What needs to be done
Copy each line in the data below that contains the word "estimateDailyDose".

Provided records
___
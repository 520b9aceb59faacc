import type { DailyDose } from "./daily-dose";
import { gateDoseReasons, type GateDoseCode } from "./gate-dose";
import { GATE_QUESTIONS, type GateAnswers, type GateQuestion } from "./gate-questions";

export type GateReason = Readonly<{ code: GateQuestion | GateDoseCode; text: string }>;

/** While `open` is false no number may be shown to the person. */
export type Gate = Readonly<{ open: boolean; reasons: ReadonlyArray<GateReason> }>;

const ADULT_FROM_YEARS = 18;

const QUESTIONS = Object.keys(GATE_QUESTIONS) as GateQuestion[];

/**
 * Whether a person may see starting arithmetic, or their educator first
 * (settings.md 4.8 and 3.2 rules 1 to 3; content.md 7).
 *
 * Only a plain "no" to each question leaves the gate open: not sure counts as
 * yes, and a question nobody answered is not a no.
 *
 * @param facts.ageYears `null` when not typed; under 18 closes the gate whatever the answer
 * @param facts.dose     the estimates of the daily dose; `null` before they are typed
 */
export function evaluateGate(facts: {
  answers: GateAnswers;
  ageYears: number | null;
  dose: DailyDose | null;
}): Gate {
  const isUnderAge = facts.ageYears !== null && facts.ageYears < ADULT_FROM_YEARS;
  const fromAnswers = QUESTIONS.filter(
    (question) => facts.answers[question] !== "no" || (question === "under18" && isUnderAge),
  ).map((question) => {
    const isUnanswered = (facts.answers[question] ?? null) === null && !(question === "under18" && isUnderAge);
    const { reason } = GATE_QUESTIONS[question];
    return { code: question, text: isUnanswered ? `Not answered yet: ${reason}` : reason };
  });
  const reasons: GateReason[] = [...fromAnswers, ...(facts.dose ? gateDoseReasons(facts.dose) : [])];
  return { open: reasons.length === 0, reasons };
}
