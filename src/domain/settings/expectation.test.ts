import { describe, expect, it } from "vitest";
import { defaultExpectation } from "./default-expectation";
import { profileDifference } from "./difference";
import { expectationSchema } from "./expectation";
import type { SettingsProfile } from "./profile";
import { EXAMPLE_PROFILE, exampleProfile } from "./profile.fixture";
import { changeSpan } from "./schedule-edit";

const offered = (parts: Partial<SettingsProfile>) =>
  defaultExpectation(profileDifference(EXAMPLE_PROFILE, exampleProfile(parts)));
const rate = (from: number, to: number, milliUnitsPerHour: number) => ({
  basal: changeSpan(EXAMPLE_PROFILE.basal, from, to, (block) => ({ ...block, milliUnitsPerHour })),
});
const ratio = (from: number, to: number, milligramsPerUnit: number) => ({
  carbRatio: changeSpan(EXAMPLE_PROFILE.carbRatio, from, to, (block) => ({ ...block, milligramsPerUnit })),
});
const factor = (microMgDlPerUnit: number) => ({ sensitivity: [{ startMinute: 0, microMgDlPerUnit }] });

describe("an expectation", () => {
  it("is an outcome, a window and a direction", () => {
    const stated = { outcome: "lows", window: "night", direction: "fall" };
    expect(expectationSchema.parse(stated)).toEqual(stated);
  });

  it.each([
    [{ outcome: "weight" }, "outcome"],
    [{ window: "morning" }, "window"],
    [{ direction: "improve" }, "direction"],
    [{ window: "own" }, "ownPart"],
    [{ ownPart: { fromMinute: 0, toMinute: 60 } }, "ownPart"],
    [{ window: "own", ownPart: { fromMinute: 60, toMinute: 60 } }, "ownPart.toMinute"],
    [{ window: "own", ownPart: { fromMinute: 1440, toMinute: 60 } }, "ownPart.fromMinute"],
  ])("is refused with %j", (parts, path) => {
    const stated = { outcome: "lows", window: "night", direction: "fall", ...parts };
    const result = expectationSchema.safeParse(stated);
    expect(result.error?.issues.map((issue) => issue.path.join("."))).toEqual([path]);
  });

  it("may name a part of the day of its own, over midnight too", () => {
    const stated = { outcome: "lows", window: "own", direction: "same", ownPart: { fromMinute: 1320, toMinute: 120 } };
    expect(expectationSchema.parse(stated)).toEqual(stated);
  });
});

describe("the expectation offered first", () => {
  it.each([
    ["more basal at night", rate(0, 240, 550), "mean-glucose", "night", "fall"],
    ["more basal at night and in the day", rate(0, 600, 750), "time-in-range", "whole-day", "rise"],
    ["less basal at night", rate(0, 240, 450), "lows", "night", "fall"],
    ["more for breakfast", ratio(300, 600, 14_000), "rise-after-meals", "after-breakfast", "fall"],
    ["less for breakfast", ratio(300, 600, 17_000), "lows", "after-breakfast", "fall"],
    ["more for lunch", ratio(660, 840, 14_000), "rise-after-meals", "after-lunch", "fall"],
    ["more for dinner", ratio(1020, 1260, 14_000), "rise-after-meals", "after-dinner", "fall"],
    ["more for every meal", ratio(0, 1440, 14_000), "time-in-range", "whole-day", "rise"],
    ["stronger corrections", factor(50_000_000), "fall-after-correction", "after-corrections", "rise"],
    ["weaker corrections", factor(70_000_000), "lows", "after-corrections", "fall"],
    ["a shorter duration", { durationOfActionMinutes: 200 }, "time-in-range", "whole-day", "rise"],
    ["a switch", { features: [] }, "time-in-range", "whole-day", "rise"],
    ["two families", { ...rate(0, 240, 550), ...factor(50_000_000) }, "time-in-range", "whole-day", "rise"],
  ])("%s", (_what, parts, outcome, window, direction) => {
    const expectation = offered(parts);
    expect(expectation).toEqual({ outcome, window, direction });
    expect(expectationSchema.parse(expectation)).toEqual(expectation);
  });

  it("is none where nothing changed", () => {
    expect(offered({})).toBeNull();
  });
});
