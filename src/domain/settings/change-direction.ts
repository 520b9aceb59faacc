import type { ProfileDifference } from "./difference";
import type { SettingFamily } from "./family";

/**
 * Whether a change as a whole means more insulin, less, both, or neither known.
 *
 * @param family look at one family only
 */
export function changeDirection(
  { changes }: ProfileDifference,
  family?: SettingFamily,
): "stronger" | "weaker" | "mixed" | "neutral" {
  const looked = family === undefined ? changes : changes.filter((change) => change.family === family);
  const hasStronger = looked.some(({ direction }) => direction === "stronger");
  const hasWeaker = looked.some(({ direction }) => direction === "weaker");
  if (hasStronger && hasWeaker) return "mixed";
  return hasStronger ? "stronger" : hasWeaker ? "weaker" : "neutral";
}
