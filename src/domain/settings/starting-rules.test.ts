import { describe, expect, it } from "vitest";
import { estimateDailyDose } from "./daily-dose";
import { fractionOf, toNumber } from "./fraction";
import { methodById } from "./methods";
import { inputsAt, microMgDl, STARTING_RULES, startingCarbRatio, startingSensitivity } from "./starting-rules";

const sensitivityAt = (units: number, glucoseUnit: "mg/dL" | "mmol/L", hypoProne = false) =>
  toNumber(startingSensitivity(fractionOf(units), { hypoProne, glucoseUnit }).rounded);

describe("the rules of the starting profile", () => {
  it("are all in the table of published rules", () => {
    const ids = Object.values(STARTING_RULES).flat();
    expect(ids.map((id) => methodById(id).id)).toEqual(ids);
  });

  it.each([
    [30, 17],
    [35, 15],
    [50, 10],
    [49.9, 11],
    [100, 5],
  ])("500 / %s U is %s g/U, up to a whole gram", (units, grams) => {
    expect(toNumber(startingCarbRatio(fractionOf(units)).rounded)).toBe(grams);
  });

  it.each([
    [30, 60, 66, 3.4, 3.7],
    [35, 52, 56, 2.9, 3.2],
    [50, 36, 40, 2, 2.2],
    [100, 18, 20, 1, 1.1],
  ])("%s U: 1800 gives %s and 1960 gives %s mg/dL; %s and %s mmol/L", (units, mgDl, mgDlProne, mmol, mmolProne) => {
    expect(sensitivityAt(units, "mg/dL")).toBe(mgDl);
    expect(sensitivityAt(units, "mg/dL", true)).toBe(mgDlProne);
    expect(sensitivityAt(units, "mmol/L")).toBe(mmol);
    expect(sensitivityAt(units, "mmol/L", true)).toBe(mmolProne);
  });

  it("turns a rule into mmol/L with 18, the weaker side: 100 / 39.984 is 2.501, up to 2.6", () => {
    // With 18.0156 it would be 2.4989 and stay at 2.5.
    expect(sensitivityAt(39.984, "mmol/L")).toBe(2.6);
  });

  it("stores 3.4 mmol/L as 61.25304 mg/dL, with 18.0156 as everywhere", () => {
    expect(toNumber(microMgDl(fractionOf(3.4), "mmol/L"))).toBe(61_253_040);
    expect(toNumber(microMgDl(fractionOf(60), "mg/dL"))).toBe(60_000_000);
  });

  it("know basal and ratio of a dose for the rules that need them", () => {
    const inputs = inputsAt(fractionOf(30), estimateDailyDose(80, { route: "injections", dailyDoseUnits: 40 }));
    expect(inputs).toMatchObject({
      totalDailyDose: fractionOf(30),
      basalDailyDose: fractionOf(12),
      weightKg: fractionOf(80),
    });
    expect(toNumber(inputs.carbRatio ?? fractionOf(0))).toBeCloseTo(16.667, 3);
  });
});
___
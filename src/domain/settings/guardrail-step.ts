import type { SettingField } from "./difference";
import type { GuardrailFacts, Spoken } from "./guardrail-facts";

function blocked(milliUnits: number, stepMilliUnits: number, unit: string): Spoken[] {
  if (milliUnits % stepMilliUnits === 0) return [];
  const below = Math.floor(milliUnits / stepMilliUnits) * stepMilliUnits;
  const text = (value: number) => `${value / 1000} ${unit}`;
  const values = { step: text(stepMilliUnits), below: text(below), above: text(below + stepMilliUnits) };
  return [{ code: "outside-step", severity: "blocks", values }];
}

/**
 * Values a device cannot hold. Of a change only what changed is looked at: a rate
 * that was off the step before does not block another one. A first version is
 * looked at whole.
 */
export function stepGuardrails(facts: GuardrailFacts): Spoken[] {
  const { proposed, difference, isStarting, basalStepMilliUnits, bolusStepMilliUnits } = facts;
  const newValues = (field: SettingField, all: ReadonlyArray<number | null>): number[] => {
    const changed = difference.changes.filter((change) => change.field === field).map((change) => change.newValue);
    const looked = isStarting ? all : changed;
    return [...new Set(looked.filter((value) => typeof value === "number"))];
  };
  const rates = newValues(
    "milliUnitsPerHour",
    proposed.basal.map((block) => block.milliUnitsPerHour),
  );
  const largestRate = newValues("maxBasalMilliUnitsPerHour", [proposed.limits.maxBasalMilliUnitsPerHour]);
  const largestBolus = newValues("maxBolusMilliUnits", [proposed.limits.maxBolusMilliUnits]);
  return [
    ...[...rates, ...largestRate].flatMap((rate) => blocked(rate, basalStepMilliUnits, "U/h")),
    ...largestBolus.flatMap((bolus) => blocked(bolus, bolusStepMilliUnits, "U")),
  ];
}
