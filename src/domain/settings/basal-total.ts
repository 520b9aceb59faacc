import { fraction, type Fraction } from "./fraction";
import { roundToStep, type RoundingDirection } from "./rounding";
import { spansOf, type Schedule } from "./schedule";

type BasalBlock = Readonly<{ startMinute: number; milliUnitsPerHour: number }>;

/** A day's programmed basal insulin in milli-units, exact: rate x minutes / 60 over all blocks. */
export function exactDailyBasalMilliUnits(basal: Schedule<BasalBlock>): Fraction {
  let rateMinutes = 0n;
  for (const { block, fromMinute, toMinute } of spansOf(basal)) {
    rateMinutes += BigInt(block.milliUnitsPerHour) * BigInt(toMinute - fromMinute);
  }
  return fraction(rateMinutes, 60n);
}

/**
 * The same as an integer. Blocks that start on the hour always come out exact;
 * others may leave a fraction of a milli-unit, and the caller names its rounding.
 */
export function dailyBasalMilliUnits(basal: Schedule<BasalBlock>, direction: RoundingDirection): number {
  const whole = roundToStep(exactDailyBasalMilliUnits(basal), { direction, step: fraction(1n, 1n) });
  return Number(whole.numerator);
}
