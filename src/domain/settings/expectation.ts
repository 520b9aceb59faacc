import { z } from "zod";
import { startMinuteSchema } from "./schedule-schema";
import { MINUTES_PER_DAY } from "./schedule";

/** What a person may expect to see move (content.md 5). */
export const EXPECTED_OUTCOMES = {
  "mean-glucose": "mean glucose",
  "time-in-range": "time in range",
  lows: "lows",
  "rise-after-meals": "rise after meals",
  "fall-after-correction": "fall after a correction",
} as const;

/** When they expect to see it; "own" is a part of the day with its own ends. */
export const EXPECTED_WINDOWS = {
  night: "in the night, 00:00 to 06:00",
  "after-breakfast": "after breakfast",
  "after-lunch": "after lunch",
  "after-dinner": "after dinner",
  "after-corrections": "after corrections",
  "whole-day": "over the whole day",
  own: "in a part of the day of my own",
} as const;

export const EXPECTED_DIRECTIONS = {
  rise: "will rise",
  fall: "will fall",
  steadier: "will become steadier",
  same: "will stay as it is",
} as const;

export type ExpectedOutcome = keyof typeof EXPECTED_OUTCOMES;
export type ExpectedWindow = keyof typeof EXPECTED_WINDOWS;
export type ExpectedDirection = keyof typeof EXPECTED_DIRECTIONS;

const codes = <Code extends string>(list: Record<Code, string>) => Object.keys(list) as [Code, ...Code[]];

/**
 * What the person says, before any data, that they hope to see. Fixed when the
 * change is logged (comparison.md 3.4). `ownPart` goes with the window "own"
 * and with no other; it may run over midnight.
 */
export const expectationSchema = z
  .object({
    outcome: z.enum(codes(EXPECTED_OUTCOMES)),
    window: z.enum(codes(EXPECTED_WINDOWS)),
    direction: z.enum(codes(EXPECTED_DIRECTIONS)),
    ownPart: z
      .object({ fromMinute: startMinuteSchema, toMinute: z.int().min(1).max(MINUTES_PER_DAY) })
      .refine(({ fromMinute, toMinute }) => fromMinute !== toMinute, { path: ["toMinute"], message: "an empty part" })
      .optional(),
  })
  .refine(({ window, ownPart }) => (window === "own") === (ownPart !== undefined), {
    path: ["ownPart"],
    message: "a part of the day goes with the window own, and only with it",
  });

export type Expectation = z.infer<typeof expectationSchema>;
___
Reply to the task
import { estimateDailyDose } from "./daily-dose";
    const inputs = inputsAt(fractionOf(30), estimateDailyDose(80, { route: "injections", dailyDoseUnits: 40 }));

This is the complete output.